Ex-Justizminister Zbigniew Ziobro (Bild) warnt: Tusk gibt Kontrolle an Paris und Berlin ab.APA/AFP/Wojtek RADWANSKI

Ex-Justizminister: „Brüssel, Paris, Berlin entscheiden künftig über unsere Armee“

Polen, so warnt die PiS, könne in Folge nicht mehr unabhängige Entscheidungen über sein Militär treffen, sie würden dann künftig in Brüssel, oder eigentlich in Berlin und Paris gefällt.
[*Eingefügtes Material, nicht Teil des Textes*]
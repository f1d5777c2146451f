import type { MimeBundle } from "../cellOutput";

/** Outputs of a cell as notebook files store them (format 4.5); text is kept as one string until it is written. */
export type Output =
  | { output_type: "stream"; name: "stdout" | "stderr"; text: string }
  | { output_type: "display_data"; data: MimeBundle; metadata: object }
  | { output_type: "execute_result"; execution_count: number; data: MimeBundle; metadata: object }
  | { output_type: "error"; ename: string; evalue: string; traceback: readonly string[] };

/** What every cell carries; `tags` mark the parameters cell and cells that are meant to fail. */
export interface CellMetadata {
  readonly tags?: readonly string[];
}

/** A cell of code with what it gave out. */
export interface CodeCell {
  readonly cell_type: "code";
  readonly id: string;
  readonly metadata: CellMetadata;
  readonly source: string;
  execution_count: number | null;
  outputs: Output[];
}

/** A cell of prose. */
export interface ProseCell {
  readonly cell_type: "markdown" | "raw";
  readonly id: string;
  readonly metadata: CellMetadata;
  readonly source: string;
  /** Pictures pasted into the cell, by name and media type. */
  readonly attachments?: Readonly<Record<string, Readonly<Record<string, string>>>>;
}

/** A notebook in memory. */
export interface Notebook {
  readonly metadata: Readonly<Record<string, unknown>>;
  readonly cells: readonly (CodeCell | ProseCell)[];
}

/** Whether a cell is code. */
export function isCode(cell: CodeCell | ProseCell): cell is CodeCell {
  return cell.cell_type === "code";
}

/** Whether a cell carries a tag. */
export function hasTag(cell: CodeCell | ProseCell, tag: string): boolean {
  return cell.metadata.tags?.includes(tag) === true;
}
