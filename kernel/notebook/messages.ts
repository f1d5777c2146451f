import type { CellOutcome, CellOutput, Declaration } from "../cellOutput";

/** Versions of what ran a notebook. */
export type Versions = Readonly<Record<string, string>>;

/** What the runner asks of the process that runs the cells. */
export type Request =
  | { readonly ask: "declarations"; readonly code: string }
  | { readonly ask: "run"; readonly code: string; readonly number: number }
  | { readonly ask: "quit" };

/** What that process says; each request but the last is answered once. */
export type Answer =
  | { readonly say: "ready"; readonly versions: Versions }
  | { readonly say: "declarations"; readonly declarations: readonly Declaration[] }
  | { readonly say: "ran"; readonly outcome: CellOutcome };

/** What it says without being asked. */
export type Remark =
  | { readonly say: "output"; readonly number: number; readonly output: CellOutput }
  | { readonly say: "late-fault" };

/** Argument of that process when the notebook will draw figures. */
export const expectsFigures = "expects-figures";
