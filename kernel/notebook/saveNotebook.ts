import { bundleText, type MimeBundle } from "../cellOutput";
import { stillHtml } from "../figures/figureBundle";
import { plotlyLoader, showsFigure } from "../figures/plotlyLoader";
import { isCode, type Notebook, type Output } from "./notebookFormat";
import { notebookText, writeWhole } from "./notebookFile";

/** Applies a change to the HTML of every figure, in order. */
function withFigureHtml(notebook: Notebook, change: (html: string) => string): Notebook {
  const changed = (data: MimeBundle): MimeBundle =>
    showsFigure(data) ? { ...data, "text/html": change(bundleText(data, "text/html")) } : data;
  const output = (given: Output): Output =>
    "data" in given ? { ...given, data: changed(given.data) } : given;
  const cells = notebook.cells.map((cell) =>
    isCode(cell) ? { ...cell, outputs: cell.outputs.map(output) } : cell,
  );
  return { ...notebook, cells };
}

/** The first figure brings plotly.js for all. */
function withLoader(notebook: Notebook): Notebook {
  let isFirst = true;
  return withFigureHtml(notebook, (html) => {
    const loaded = isFirst ? plotlyLoader() + html : html;
    isFirst = false;
    return loaded;
  });
}

/** Writes an executed notebook; with `stillFigures` without plotly.js and small, its figures being pictures alone. */
export function saveNotebook(file: string, notebook: Notebook, stillFigures: boolean): void {
  const saved = stillFigures ? withFigureHtml(notebook, stillHtml) : withLoader(notebook);
  writeWhole(file, notebookText(saved));
}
Der ehemalige Justizminister der vorherigen PiS-Regierung, Zbigniew Ziobro, bezeichnete das Vorgehen der Tusk-Regierung als „Verrat an den polnischen Interessen“.

Ziobro: „Was Tusk und seine politischen Verbündeten tun, ist eine unbestreitbare Tatsache: Sie wollen die Kontrolle über die Verteidigungsindustrie und das polnische Militär an Brüssel und in Wirklichkeit an Berlin und Paris abgeben. Die Geschichte hat immer wieder gezeigt, dass es für uns in einer Katastrophe endete, wenn Polen die Kontrolle über seine eigene Armee verlor.“

EU-Parlamentarier: Müssen volle Kontrolle über das eigene Militär behalten

Jacek Ozdoba, Mitglied des Europäischen Parlaments, bezeichnete die Resolution ebenfalls als gefährlich. „Die Geschichte hat unmissverständlich gezeigt, wie wichtig es ist, die volle Kontrolle über das eigene Militär und die eigenen Bündnisse zu behalten“, sagte er. Der PiS-Abgeordnete Sebastian Kaleta unterstrich: „Wir sprechen hier von einem Versuch, die EU-Verträge zu ändern, wovor wir seit Monaten warnen. Die Resolution des Europäischen Parlaments fordert, dass alle verteidigungsrelevanten Entscheidungen der EU-Mitgliedstaaten auf europäischer Ebene getroffen werden, nicht einstimmig, sondern mit qualifizierter Mehrheit“.